Each record below has to be printed verbatim.

· · ·

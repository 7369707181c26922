// Bitslack: Nuxt 4 app. Nothing here fetches from the network at build or run time:
// fonts come from @fontsource packages, devtools and telemetry are off.
const dev = process.env.NODE_ENV !== 'production' && !process.argv.includes('build')

export default defineNuxtConfig({
  compatibilityDate: '2025-07-15',
  devtools: { enabled: false },
  telemetry: false,
  modules: ['@pinia/nuxt', '@nuxtjs/tailwindcss', 'nuxt-auth-utils', 'nuxt-security'],
  // Security headers and a content security policy the app works under (nonce-based
  // scripts). Rate limiting of sign-in, body validation and CSRF are the app's own
  // (server/middleware), so the module's generic versions are off.
  security: {
    nonce: true,
    headers: {
      contentSecurityPolicy: {
        'default-src': ["'self'"],
        'script-src': ["'self'", "'strict-dynamic'", "'nonce-{{nonce}}'"],
        'style-src': ["'self'", "'unsafe-inline'"],
        'img-src': ["'self'", 'data:', 'blob:'],
        'font-src': ["'self'", 'data:'], // Vite inlines the smallest font subsets
        'connect-src': dev ? ["'self'", 'ws:'] : ["'self'"],
        'object-src': ["'none'"],
        'base-uri': ["'none'"],
        'frame-ancestors': ["'none'"],
        'form-action': ["'self'"],
        'upgrade-insecure-requests': false,
      },
      crossOriginEmbedderPolicy: dev ? 'unsafe-none' : 'require-corp',
      strictTransportSecurity: dev ? false : { maxAge: 15552000, includeSubdomains: true },
    },
    rateLimiter: false,
    xssValidator: false,
    csrf: false,
    requestSizeLimiter: { maxRequestSizeInBytes: 2_000_000, maxUploadFileRequestInBytes: 64_000_000, throwError: true },
  },
  css: ['~/assets/css/main.css'],
  tailwindcss: { cssPath: false, viewer: false },
  app: {
    head: {
      htmlAttrs: { lang: 'en' },
      title: 'Bitslack',
      meta: [
        { name: 'viewport', content: 'width=device-width, initial-scale=1' },
        { name: 'description', content: 'Timing budgets for UART and SPI links across galvanic isolation' },
      ],
      link: [{ rel: 'icon', type: 'image/svg+xml', href: '/favicon.svg' }],
    },
  },
  runtimeConfig: {
    databaseUrl: '',
    // the browser drops the sealed cookie after the longest a session can live; the server-side row decides earlier (server/domain/sessions.ts)
    session: { maxAge: 60 * 60 * 24 * 7 },
    public: { appVersion: process.env.npm_package_version || '0.1.0' },
  },
  nitro: {
    // Sequelize loads its dialect by name; keep pg and sequelize outside the bundle.
    externals: { external: ['pg', 'pg-hstore', 'sequelize'] },
    ...(process.env.BITSLACK_OUTPUT_DIR ? { output: { dir: process.env.BITSLACK_OUTPUT_DIR } } : {}),
  },
  typescript: { strict: true },
  // scripts/test.sh builds into its own folders so concurrent runs never share a build
  ...(process.env.BITSLACK_BUILD_DIR ? { buildDir: process.env.BITSLACK_BUILD_DIR } : {}),
})
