/**
 * The incoming-rate range the frame tolerates (clock errors of both ends set aside):
 * receiver exactly at `baud`, transmitter bit T/r. Early cases need
 * (bit + early) - pos / r >= requiredUi + b/T, late cases pos / r - (bit + late + latency)
 * >= requiredUi + b/T: each a bound on r.
 */
export function clockTolerance(layout: FrameLayout, s: SamplerModel, d: Distortion, baud: number, requiredUi: number): ClockTolerance {
  const none: ClockTolerance = { slowest: null, fastest: null, slowestBit: null, fastestBit: null }
  let slowest = 0
  let slowestBit: number | null = null
  let fastest = Infinity
  let fastestBit: number | null = null
  for (let k = 0; k < layout.labels.length; k++) {
    for (const c of layout.early[k]!) {
      const room = c.bit + s.early - requiredUi - baud * (asymmetryLoss(c, 'early', d) + jitterLoss(c, 'early', d))
      if (c.pos === 0) {
        if (room < 0) return none
        continue
      }
      if (room <= 0) return none
      const r = c.pos / room
      if (r > slowest) {
        slowest = r
        slowestBit = k
      }
    }
    for (const c of layout.late[k]!) {
      const need = c.bit + s.late + s.latency + requiredUi + baud * (asymmetryLoss(c, 'late', d) + jitterLoss(c, 'late', d))
      const r = c.pos / need
      if (r < fastest) {
        fastest = r
        fastestBit = k
      }
    }
  }
  if (!Number.isFinite(fastest) || slowest > fastest) return none
  return { slowest, fastest, slowestBit, fastestBit }
}

// ------------------------------------------------------------------ channel analysis

/** The usual UART rates, baud. */
export const STANDARD_BAUD_RATES = [
  1200, 2400, 4800, 9600, 14400, 19200, 28800, 38400, 57600, 76800, 115200, 230400, 250000, 460800, 500000, 921600, 1000000,
  1500000, 2000000, 3000000,
] as const

/** Highest baud the max-baud search reports: the schema's own limit. */
export const MAX_BAUD_CAP = 100e6





export interface UartChannelInput {
  channelId: string
  settings: Pick<UartSettings, 'baud' | 'dataBits' | 'parity' | 'stopBits' | 'backToBack' | 'requiredMarginUi' | 'berTarget'>
  tx: TransmitterEnd
  rx: ReceiverEnd
  /** chain distortion at the receiving pin, physical directions (pwdTyp / pwdSigma for the statistical view) */
  chain: { pwd: { min: number; max: number }; jitterPeak: number; jitterRms: number; pwdTyp?: number; pwdSigma?: number }
  /** the receiver inverts (logical edges are the opposite physical ones) */
  receiverInvert: boolean
  /** why the channel cannot carry data at all (inverted polarity, unreachable threshold, unsaturated output); absent or null when it can */
  notFunctional?: string | null
  /** the longest shortest-pulse any stage of the chain needs, seconds, with the stage's name */
  pulseLimit?: { seconds: number; stage: string } | null
  /** path of the settings in the link, for errors: ['uart'] */
  path?: (string | number)[]
  /** the rx / tx keys of this direction in the link, for error paths */
  rxKey?: 'rx' | 'tx'
  txKey?: 'rx' | 'tx'
}

const TX_DEFAULT_OVERSAMPLING = 16

/** Rate error bounds of both ends at `baud`. */
function clocksAt(input: UartChannelInput, baud: number): { tx: RateErrorBounds; rx: RateErrorBounds } {
  return {
    tx: rateErrorBounds(input.tx, baud, input.tx.oversampling ?? TX_DEFAULT_OVERSAMPLING),
    rx: rateErrorBounds(input.rx, baud, input.rx.oversampling),
  }
}

/** Why a generator cannot produce `baud`, or null when both can. */
function unreachableRate(clocks: { tx: RateErrorBounds; rx: RateErrorBounds }, baud: number): string | null {
  for (const [end, b] of [
    ['transmitter', clocks.tx],
    ['receiver', clocks.rx],
  ] as const)
    if (b.generator && !b.generator.reachable)
      return `the ${end}'s baud generator cannot produce ${formatEng(baud, 'Bd')}: it would need a divisor below 1 and runs at ${formatEng(b.generator.actualBaud, 'Bd')} (divisor 1) instead`
  return null
}
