import { defineConfig } from 'vitest/config'

// Unit tier: the engine, schemas and pure helpers, in Node, milliseconds each.
export default defineConfig({
  test: {
    include: ['tests/unit/**/*.test.ts'],
    environment: 'node',
    setupFiles: ['tests/setup/fast-check.ts'],
  },
})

· · ·

* Solution for this problem:
repository 7369707181c26922
// Bitslack: Nuxt 4 app. Nothing here fetches from the network at build or run time:
// fonts come from @fontsource packages, devtools and telemetry are off.
const dev = process.env.NODE_ENV !== 'production' && !process.argv.includes('build')

export default defineNuxtConfig({
  compatibilityDate: '2025-07-15',
  devtools: { enabled: false },
  telemetry: false,
  modules: ['@pinia/nuxt', '@nuxtjs/tailwindcss', 'nuxt-auth-utils', 'nuxt-security'],
  // Security headers and a content security policy the app works under (nonce-based
  // scripts). Rate limiting of sign-in, body validation and CSRF are the app's own
  // (server/middleware), so the module's generic versions are off.
  security: {
    nonce: true,
    headers: {
      contentSecurityPolicy: {
        'default-src': ["'self'"],
        'script-src': ["'self'", "'strict-dynamic'", "'nonce-{{nonce}}'"],
        'style-src': ["'self'", "'unsafe-inline'"],
        'img-src': ["'self'", 'data:', 'blob:'],
        'font-src': ["'self'", 'data:'], // Vite inlines the smallest font subsets
        'connect-src': dev ? ["'self'", 'ws:'] : ["'self'"],
        'object-src': ["'none'"],
        'base-uri': ["'none'"],
        'frame-ancestors': ["'none'"],
        'form-action': ["'self'"],
        'upgrade-insecure-requests': false,
      },
      crossOriginEmbedderPolicy: dev ? 'unsafe-none' : 'require-corp',
      strictTransportSecurity: dev ? false : { maxAge: 15552000, includeSubdomains: true },
    },
    rateLimiter: false,
    xssValidator: false,
    csrf: false,
    requestSizeLimiter: { maxRequestSizeInBytes: 2_000_000, maxUploadFileRequestInBytes: 64_000_000, throwError: true },
  },
  css: ['~/assets/css/main.css'],
  tailwindcss: { cssPath: false, viewer: false },
  app: {
    head: {
      htmlAttrs: { lang: 'en' },
      title: 'Bitslack',
      meta: [
        { name: 'viewport', content: 'width=device-width, initial-scale=1' },
        { name: 'description', content: 'Timing budgets for UART and SPI links across galvanic isolation' },
      ],
      link: [{ rel: 'icon', type: 'image/svg+xml', href: '/favicon.svg' }],
    },
  },
  runtimeConfig: {
    databaseUrl: '',
    // the browser drops the sealed cookie after the longest a session can live; the server-side row decides earlier (server/domain/sessions.ts)
    session: { maxAge: 60 * 60 * 24 * 7 },
    public: { appVersion: process.env.npm_package_version || '0.1.0' },
  },
  nitro: {
    // Sequelize loads its dialect by name; keep pg and sequelize outside the bundle.
    externals: { external: ['pg', 'pg-hstore', 'sequelize'] },
    ...(process.env.BITSLACK_OUTPUT_DIR ? { output: { dir: process.env.BITSLACK_OUTPUT_DIR } } : {}),
  },
  typescript: { strict: true },
  // scripts/test.sh builds into its own folders so concurrent runs never share a build
  ...(process.env.BITSLACK_BUILD_DIR ? { buildDir: process.env.BITSLACK_BUILD_DIR } : {}),
})
/**
 * The incoming-rate range the frame tolerates (clock errors of both ends set aside):
 * receiver exactly at `baud`, transmitter bit T/r. Early cases need
 * (bit + early) - pos / r >= requiredUi + b/T, late cases pos / r - (bit + late + latency)
 * >= requiredUi + b/T: each a bound on r.
 */
export function clockTolerance(layout: FrameLayout, s: SamplerModel, d: Distortion, baud: number, requiredUi: number): ClockTolerance {
  const none: ClockTolerance = { slowest: null, fastest: null, slowestBit: null, fastestBit: null }
  let slowest = 0
  let slowestBit: number | null = null
  let fastest = Infinity
  let fastestBit: number | null = null
  for (let k = 0; k < layout.labels.length; k++) {
    for (const c of layout.early[k]!) {
      const room = c.bit + s.early - requiredUi - baud * (asymmetryLoss(c, 'early', d) + jitterLoss(c, 'early', d))
      if (c.pos === 0) {
        if (room < 0) return none
        continue
      }
      if (room <= 0) return none
      const r = c.pos / room
      if (r > slowest) {
        slowest = r
        slowestBit = k
      }
    }
    for (const c of layout.late[k]!) {
      const need = c.bit + s.late + s.latency + requiredUi + baud * (asymmetryLoss(c, 'late', d) + jitterLoss(c, 'late', d))
      const r = c.pos / need
      if (r < fastest) {
        fastest = r
        fastestBit = k
      }
    }
  }
  if (!Number.isFinite(fastest) || slowest > fastest) return none
  return { slowest, fastest, slowestBit, fastestBit }
}

// ------------------------------------------------------------------ channel analysis

/** The usual UART rates, baud. */
export const STANDARD_BAUD_RATES = [
  1200, 2400, 4800, 9600, 14400, 19200, 28800, 38400, 57600, 76800, 115200, 230400, 250000, 460800, 500000, 921600, 1000000,
  1500000, 2000000, 3000000,
] as const

/** Highest baud the max-baud search reports: the schema's own limit. */
export const MAX_BAUD_CAP = 100e6





export interface UartChannelInput {
  channelId: string
  settings: Pick<UartSettings, 'baud' | 'dataBits' | 'parity' | 'stopBits' | 'backToBack' | 'requiredMarginUi' | 'berTarget'>
  tx: TransmitterEnd
  rx: ReceiverEnd
  /** chain distortion at the receiving pin, physical directions (pwdTyp / pwdSigma for the statistical view) */
  chain: { pwd: { min: number; max: number }; jitterPeak: number; jitterRms: number; pwdTyp?: number; pwdSigma?: number }
  /** the receiver inverts (logical edges are the opposite physical ones) */
  receiverInvert: boolean
  /** why the channel cannot carry data at all (inverted polarity, unreachable threshold, unsaturated output); absent or null when it can */
  notFunctional?: string | null
  /** the longest shortest-pulse any stage of the chain needs, seconds, with the stage's name */
  pulseLimit?: { seconds: number; stage: string } | null
  /** path of the settings in the link, for errors: ['uart'] */
  path?: (string | number)[]
  /** the rx / tx keys of this direction in the link, for error paths */
  rxKey?: 'rx' | 'tx'
  txKey?: 'rx' | 'tx'
}

const TX_DEFAULT_OVERSAMPLING = 16

/** Rate error bounds of both ends at `baud`. */
function clocksAt(input: UartChannelInput, baud: number): { tx: RateErrorBounds; rx: RateErrorBounds } {
  return {
    tx: rateErrorBounds(input.tx, baud, input.tx.oversampling ?? TX_DEFAULT_OVERSAMPLING),
    rx: rateErrorBounds(input.rx, baud, input.rx.oversampling),
  }
}

/** Why a generator cannot produce `baud`, or null when both can. */
function unreachableRate(clocks: { tx: RateErrorBounds; rx: RateErrorBounds }, baud: number): string | null {
  for (const [end, b] of [
    ['transmitter', clocks.tx],
    ['receiver', clocks.rx],
  ] as const)
    if (b.generator && !b.generator.reachable)
      return `the ${end}'s baud generator cannot produce ${formatEng(baud, 'Bd')}: it would need a divisor below 1 and runs at ${formatEng(b.generator.actualBaud, 'Bd')} (divisor 1) instead`
  return null
}
import { defineConfig } from 'vitest/config'

// Unit tier: the engine, schemas and pure helpers, in Node, milliseconds each.
export default defineConfig({
  test: {
    include: ['tests/unit/**/*.test.ts'],
    environment: 'node',
    setupFiles: ['tests/setup/fast-check.ts'],
  },
})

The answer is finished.